What we moved on to is that we are in partnership with the State of New York, doing a survey of average acquisition cost. New York is collecting acquisition costs from pharmacies. We’re averaging those in partnership with Ernst & Young. That’s potentially generating a new benchmark for the State of New York.
You also probably know that Alabama and Oregon both have acquisition price types. California, which we’re very close to, is close to moving forward with an acquisition price type. The federal government has launched an acquisition price type initiative. We’re doing our utmost to push towards this acquisition metric in the hopes of adding transparency around pricing, but still not saying it’s the only measure, but saying there is now a range of price types that can be used. We’ll definitely do our utmost to be first and foremost with the acquisition price type.
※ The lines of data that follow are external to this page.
//! The blocks of a synthesised circuit, read from the stage kinds and part roles it carries
//! ([`crate::circuit::StageKind`], [`crate::circuit::PartRole`]): which part is the
//! follower's bias resistor, which two are a difference amplifier's input resistors, which
//! capacitor is a section's C_g. Node names are only followed to orient a part (which of its
//! ends is on the line drawn so far); no part is recognised by its nodes or its purpose.
//!
//! When a stage the model lists cannot be assembled from its roles (a part removed or
//! rewired after synthesis), [`blocks`] gives up and the drawing falls back to
//! [`super::by_shape`] for the whole circuit, so an altered circuit draws as it did before
//! roles existed.

mod gain;

use super::blocks::{Blocks, Diode, HighZ, Mode, Plain, Sensor};
use super::buffer::Buffer;
use super::diff::{Diff, Pair, Stage};
use super::inamp::{self, Inamp};
use super::plan::{has, other, Rail, Step};
use super::tia::Tia;
use crate::circuit::{Circuit, PartRole, Side, StageKind, GND};
use gain::{chain, plan};

use PartRole as R;

/// Every block of `c` from its roles; `None` when it carries none or a stage it lists is
/// not whole.
pub(super) fn blocks(c: &Circuit) -> Option<Blocks> {
    if c.stages.is_empty() || c.parts.iter().all(|p| p.role.is_none()) {
        return None;
    }
    let r = Roles::new(c);
    let rails: Vec<Rail> = (0..c.parts.len())
        .filter(|&i| c.parts[i].role == Some(R::Rail) && c.parts[i].nodes.len() == 2)
        .map(|i| {
            let p = &c.parts[i];
            Rail { node: p.nodes[0].clone(), name: p.reference.clone(), volts: p.value, part: i }
        })
        .collect();
    let terminal = |n: &str| n == GND || rails.iter().any(|x| x.node == n);
    let listed = |k: StageKind| c.stages.iter().any(|s| s.kind == k);
    let buffer = if listed(StageKind::Follower) { Some(buffer(&r, &terminal)?) } else { None };
    let tia = if listed(StageKind::Transimpedance) { Some(tia(&r)?) } else { None };
    let inamp = if listed(StageKind::InstrumentationInput) { Some(inamp(&r, &terminal)?) } else { None };
    let diff = match inamp {
        None if listed(StageKind::Difference) => {
            let pair = pair(&r)?;
            let stage = stage(&r, &terminal, &pair.term)?;
            Some(Diff { pair, stage })
        }
        _ => None,
    };
    let sensor = sensor(&r, &terminal);
    let term = match &sensor {
        Sensor::HighImpedance(h) => h.term.clone(),
        Sensor::Photodiode(d) => d.term.clone(),
        Sensor::Plain(p) => p.term.clone(),
    };
    let (start, _) = Blocks::start(buffer.as_ref(), tia.as_ref(), &term);
    // The first of two gain stages, between the sensor and the gain stage.
    let pre = match listed(StageKind::FirstGain) {
        true => Some(plan(&r, &terminal, &start, true)).filter(|p| p.amp.is_some() && p.connected),
        false => None,
    };
    if listed(StageKind::FirstGain) && pre.is_none() {
        return None;
    }
    let start = pre.as_ref().map_or(start, |p| p.out.clone());
    let plan = match (&inamp, &diff) {
        (None, None) => {
            let plan = plan(&r, &terminal, &start, false);
            let gain = c.stages.iter().any(|s| matches!(s.kind, StageKind::Gain { .. }));
            if gain && plan.amp.is_none() {
                return None;
            }
            Some(plan)
        }
        _ => None,
    };
    let load = r.bench(R::ConverterLoad);
    let pin = load.map(|i| other(&c.parts[i], GND));
    let from = match (&inamp, &diff, &plan) {
        (Some(a), _, _) => a.stage.out.clone(),
        (None, Some(d), _) => d.stage.out.clone(),
        (None, None, p) => p.as_ref().map(|p| p.out.clone()).unwrap_or_default(),
    };
    let chain = chain(&r, &terminal, &from, pin.clone())?;
    Some(Blocks {
        mode: Mode::Roles,
        rails,
        sensor,
        emf: r.bench(R::Emf).and_then(|i| c.parts[i].nodes.first().cloned()),
        pin: pin.unwrap_or_default(),
        buffer,
        tia,
        inamp,
        diff,
        pre,
        plan,
        chain: Some(chain),
    })
}

/// Each part's role, the stage that lists it and that stage's kind.
struct Roles<'c> {
    c: &'c Circuit,
    stage: Vec<Option<usize>>,
    kinds: Vec<Option<StageKind>>,
}

impl<'c> Roles<'c> {
    fn new(c: &'c Circuit) -> Roles<'c> {
        let stage: Vec<Option<usize>> =
            c.parts.iter().map(|p| c.stages.iter().position(|s| s.parts.contains(&p.reference))).collect();
        let kinds = stage.iter().map(|s| s.map(|k| c.stages[k].kind)).collect();
        Roles { c, stage, kinds }
    }

    /// Parts in circuit order whose stage kind passes `stage` and whose role passes `role`.
    fn all(&self, stage: impl Fn(StageKind) -> bool, role: impl Fn(PartRole) -> bool) -> Vec<usize> {
        (0..self.c.parts.len())
            .filter(|&i| self.kinds[i].is_some_and(&stage) && self.c.parts[i].role.is_some_and(&role))
            .collect()
    }

    /// The first part of a stage of kind `kind` with role `role`.
    fn find(&self, kind: StageKind, role: PartRole) -> Option<usize> {
        self.all(|k| k == kind, |x| x == role).first().copied()
    }

    /// The first part of a stage of kind `kind` with role `role`, with two nodes.
    fn two(&self, kind: StageKind, role: PartRole) -> Option<usize> {
        self.find(kind, role).filter(|&i| self.c.parts[i].nodes.len() == 2)
    }

    /// The first amplifier of a stage of kind `kind` with role `role`, with its five nodes.
    fn amp(&self, kind: StageKind, role: PartRole) -> Option<usize> {
        self.find(kind, role).filter(|&i| self.c.parts[i].nodes.len() >= 5)
    }

    /// The first bench part with role `role`, with two nodes.
    fn bench(&self, role: PartRole) -> Option<usize> {
        (0..self.c.parts.len()).find(|&i| {
            let p = &self.c.parts[i];
            p.bench && p.role == Some(role) && p.nodes.len() == 2
        })
    }

    fn nodes(&self, i: usize) -> &[String] {
        &self.c.parts[i].nodes
    }

    /// Part `i` as a step from node `from` to its other end.
    fn step(&self, i: usize, from: &str) -> Step {
        Step { part: i, from: from.to_string(), to: other(&self.c.parts[i], from) }
    }
}

/// A divider's legs and its bypass.
fn divider(x: PartRole) -> bool {
    matches!(x, R::DividerTop | R::DividerBottom | R::Bypass)
}

/// The sensor model on the bench: a high-impedance sensor's, a photodiode's, or the plain one.
fn sensor(r: &Roles, terminal: &dyn Fn(&str) -> bool) -> Sensor {
    let c = r.c;
    let source = r.bench(R::Emf).zip(r.bench(R::SourceResistance));
    if let Some((vs, rs)) = source {
        let (emf, ret) = (r.nodes(vs)[0].clone(), r.nodes(vs)[1].clone());
        let term = other(&c.parts[rs], &emf);
        let (series_c, shunt_c) = (r.bench(R::SeriesCapacitance), r.bench(R::ShuntCapacitance));
        let lifted = !terminal(&ret);
        let whole = emf != ret && has(&c.parts[rs], &emf) && term != emf && term != ret;
        if whole && (lifted || series_c.is_some() || shunt_c.is_some()) {
            return Sensor::HighImpedance(HighZ { vs, rs, series_c, shunt_c, emf, ret, term, lifted });
        }
    }
    if let Some(first) = r.bench(R::Photocurrent) {
        let term = r.nodes(first)[0].clone();
        let bench = |i: &usize| c.parts[*i].bench && c.parts[*i].nodes.len() == 2;
        let with = |roles: &[PartRole]| -> Vec<usize> {
            (0..c.parts.len()).filter(bench).filter(|&i| c.parts[i].role.is_some_and(|x| roles.contains(&x))).collect()
        };
        let mut cols = with(&[R::Photocurrent, R::DarkCurrent]);
        cols.extend(with(&[R::ShuntCapacitance]));
        return Sensor::Photodiode(Diode { cols, term });
    }
    let source = source.map(|(vs, rs)| (vs, rs, r.nodes(vs)[0].clone()));
    let current = r.bench(R::LoopCurrent).map(|i| (i, r.nodes(i)[1].clone()));
    let term = match (&source, &current) {
        (Some((_, rs, emf)), _) => other(&c.parts[*rs], emf),
        (None, Some((_, to))) => to.clone(),
        (None, None) => String::new(),
    };
    Sensor::Plain(Plain { source, current, term })
}

/// The follower stage: its amplifier, R_b from its + input, and the divider with its bypass
/// that R_b returns to (or the sensor's own return, when that is lifted off ground).
fn buffer(r: &Roles, terminal: &dyn Fn(&str) -> bool) -> Option<Buffer> {
    let amp = r.amp(StageKind::Follower, R::Amplifier)?;
    let (input, out) = (r.nodes(amp)[0].clone(), r.nodes(amp)[4].clone());
    let in_follower = |k: StageKind| k == StageKind::Follower;
    let bias: Vec<Step> = r.all(in_follower, |x| x == R::Bias).into_iter().map(|i| r.step(i, &input)).collect();
    let legs = r.all(in_follower, divider);
    let emf = r.bench(R::Emf).map(|i| r.nodes(i).to_vec());
    let ret = emf
        .filter(|n| !terminal(&n[1]) && n[1] != input && n[1] != out && n[1] != n[0])
        .map(|n| n[1].clone())
        .or_else(|| bias.first().filter(|_| !legs.is_empty()).map(|s| s.to.clone()));
    let reference = match &ret {
        Some(node) => legs.into_iter().map(|i| r.step(i, node)).collect(),
        None => Vec::new(),
    };
    Some(Buffer { amp, input, out, bias, ret, reference })
}

/// The transimpedance stage: its amplifier, R_f and C_f, the bias divider at its + input.
fn tia(r: &Roles) -> Option<Tia> {
    let amp = r.amp(StageKind::Transimpedance, R::Amplifier)?;
    let n = r.nodes(amp);
    let (plus, input, out) = (n[0].clone(), n[1].clone(), n[4].clone());
    let in_stage = |k: StageKind| k == StageKind::Transimpedance;
    let feedback = r.all(in_stage, |x| matches!(x, R::FeedbackResistor | R::FeedbackCapacitor));
    let bias = r.all(in_stage, divider).into_iter().map(|i| r.step(i, &plus)).collect();
    let fed = r.bench(R::Photocurrent).is_some_and(|i| r.nodes(i)[0] == input);
    Some(Tia { amp, input, plus, out, feedback, bias, fed })
}

/// The pair's bench: its EMF between the legs, the common mode, each leg's impedance; a
/// bridge's excitation and load.
fn pair(r: &Roles) -> Option<Pair> {
    let vsense = r.bench(R::DifferentialEmf)?;
    let vcm = r.bench(R::CommonMode)?;
    let leg_up = r.bench(R::LegImpedance(Side::Plus))?;
    let leg_low = r.bench(R::LegImpedance(Side::Minus))?;
    let emf = [r.nodes(vsense)[0].clone(), r.nodes(vsense)[1].clone()];
    let c = r.c;
    if !has(&c.parts[leg_up], &emf[0]) || !has(&c.parts[leg_low], &emf[1]) {
        return None;
    }
    let term = [other(&c.parts[leg_up], &emf[0]), other(&c.parts[leg_low], &emf[1])];
    if term[0] == term[1] {
        return None;
    }
    let wide = r.bench(R::BridgeLoad).is_some();
    let bridge = r.bench(R::Excitation).zip(r.bench(R::BridgeLoad));
    Some(Pair { vsense, vcm, leg_up, leg_low, emf, term, wide, bridge })
}

/// The difference stage fed from `lines` (upper, lower): R1 and R3 (whichever starts on each
/// line), R2, R4 and, when the reference is not ground or a rail, the follower driving it.
fn stage(r: &Roles, terminal: &dyn Fn(&str) -> bool, lines: &[String; 2]) -> Option<Stage> {
    let kind = StageKind::Difference;
    let amp = r.amp(kind, R::Amplifier)?;
    let n = r.nodes(amp);
    let (inp, inn, out) = (n[0].clone(), n[1].clone(), n[4].clone());
    let (r1, r3) = (r.two(kind, R::MinusInput)?, r.two(kind, R::PlusInput)?);
    let on = |i: usize, k: usize| has(&r.c.parts[i], &lines[k]);
    let (up, low) = if on(r3, 0) && on(r1, 1) { (r3, r1) } else { (r1, r3) };
    if !on(up, 0) || !on(low, 1) {
        return None;
    }
    let pin_node = [other(&r.c.parts[up], &lines[0]), other(&r.c.parts[low], &lines[1])];
    let feedback = r.all(|k| k == kind, |x| x == R::FeedbackResistor);
    let to_ref = r.two(kind, R::ToReference)?;
    let reference = other(&r.c.parts[to_ref], &inp);
    let follower = if terminal(&reference) {
        None
    } else {
        let f = r
            .all(|_| true, |x| x == R::ReferenceFollower)
            .into_iter()
            .find(|&i| r.nodes(i).len() >= 5 && r.nodes(i)[4] == reference)?;
        let dref = r.nodes(f)[0].clone();
        let legs: Vec<usize> = r
            .all(|_| true, divider)
            .into_iter()
            .filter(|&i| r.stage[i] == r.stage[f] && has(&r.c.parts[i], &dref))
            .collect();
        if legs.is_empty() {
            return None;
        }
        Some((f, dref.clone(), legs.into_iter().map(|i| r.step(i, &dref)).collect()))
    };
    Some(Stage {
        lines: lines.clone(),
        amp,
        input: [up, low],
        pin_node,
        inp,
        inn,
        out,
        feedback,
        to_ref,
        reference,
        follower,
    })
}

/// The instrumentation amplifier's input stage: each leg's protection resistor and input
/// amplifier, R_F on each leg and R_G (none of them for two followers), then the
/// difference stage fed from the input amplifiers' outputs.
fn inamp(r: &Roles, terminal: &dyn Fn(&str) -> bool) -> Option<Inamp> {
    let pair = pair(r)?;
    let kind = StageKind::InstrumentationInput;
    let sides = [Side::Plus, Side::Minus];
    let mut protect = [0; 2];
    let mut plus = [String::new(), String::new()];
    let mut amps = [0; 2];
    for k in 0..2 {
        let p = r.two(kind, R::Protection(sides[k]))?;
        if !has(&r.c.parts[p], &pair.term[k]) {
            return None;
        }
        protect[k] = p;
        plus[k] = other(&r.c.parts[p], &pair.term[k]);
        amps[k] = r.amp(kind, R::InputAmplifier(sides[k]))?;
    }
    let minus = [r.nodes(amps[0])[1].clone(), r.nodes(amps[1])[1].clone()];
    let outs = [r.nodes(amps[0])[4].clone(), r.nodes(amps[1])[4].clone()];
    let rf = sides.map(|s| r.two(kind, R::LegFeedback(s)));
    let gain = match (rf, r.two(kind, R::GainResistor)) {
        ([Some(a), Some(b)], Some(g)) => Some(([a, b], g)),
        ([None, None], None) => None,
        _ => return None,
    };
    let stage = stage(r, terminal, &outs)?;
    let caption =
        r.c.stages.iter().find(|s| s.kind == kind).map(|s| inamp::caption(&s.description)).unwrap_or_default();
    Some(Inamp { pair, protect, plus, amps, minus, outs, gain, stage, caption })
}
I think it’s very exciting. If we can get better transparency on drug reimbursement, it’s better for the patient, it’s better for the healthcare economy, it’s better for employers. There’s a whole host of benefits. I think part of being innovative in that space is what’s been interesting for me.
Any concluding thoughts?
I want to make sure that your audience understands that we’re not just a US-based drug clinical decision support company. We have a division in the United Kingdom — FDB UK — and they have a very, very large position in the UK with drug clinical decision support. We have a significant presence in Asia. We also have a very nicely growing footprint in the Middle East.
We operate as a global drug clinical decision support company. If you look at all the different drug clinical decision support companies, we may be one of the few that do that successfully.That’s an important characteristic of who FDB is. As the healthcare IT market grows globally, we’ll be ready to address the needs that come, wherever they may come from.